Жаль, что эта война его догнала и доконала. Болезни (он упоминает о желтухе) и нездоровый быт «афганцев» сломали фильтры его организма, он стал беззащитен сначала перед алкоголем, потом — перед диабетом. Уфа его встретила сочувствием и желанием обогреть, но уж как-то просто она это делала. Работа в уфимской прессе ему не подошла, вернулся в Караидельский район, приезжал оттуда пообщаться, тоскуя по творческому кругу, с кем-то ссорился, с кем-то сближался. Пытался освоить новые темы, не принимая и не понимая новой жизни, пытался писать сложнее и многограннее, ощущая нехватку доступа к современной мировой культуре.

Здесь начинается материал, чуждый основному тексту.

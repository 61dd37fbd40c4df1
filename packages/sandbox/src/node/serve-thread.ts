import { parentPort, workerData } from 'node:worker_threads';
import { runGeneratorCode } from '../engine/run-generator-code.js';
import type { CompleteRun } from '../generator-run.js';

/** In the thread of the sandbox's process: answers each run with its reply. */
export function serveThread(inside: string): void {
  const { wasm } = workerData as { wasm: WebAssembly.Module };
  const engine = { wasm, inside, now: () => performance.now() };
  parentPort?.on('message', (run: CompleteRun) => {
    void runGeneratorCode(engine, run).then((reply) => parentPort?.postMessage(reply));
  });
}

Запомнился один ночной разговор над вокзалом, в палисаднике у тогдашнего клуба железнодорожников. Гудели поезда внизу, Саша все порывался «добавить», хотя его пробитая болезнью печень сдавалась уже после стакана портвейна. Он вспоминал, как ехал на броне рядом с медсестрой, как начался обстрел, и ей в спину вошла пуля и вышла из груди — вместе с соском. Саша очень точно говорил, как и положено поэту. Я ничего не мог возразить — и мы «добавили»...

Я бывал у него в больнице, куда он попадал с ожесточающимся диабетом. После одного из наших разговоров он и написал стихотворение, приведенное выше. Политика, общественное возбуждение перестройки были чужды его нравственности, ставшей особенно чуткой после Афгана, об этом и стихотворение. Потом я уехал, работал в Москве, старался помочь Саше с публикациями в московских газетах и журналах. Потом узнал о его гибели. Ранняя смерть — метка русских поэтов.

Жаль, но отдельной, красной строки в нашей большой литературе ему не выпало. Впрочем, если его будет помнить и читать Башкирия, есть шанс, что его не забудет и Россия. В красной папке я нашел стихотворение «Красная боль». Кровь Афганистана застилала ему глаза, как в Афганистане стояли в его глазах деревья и родники Караидели.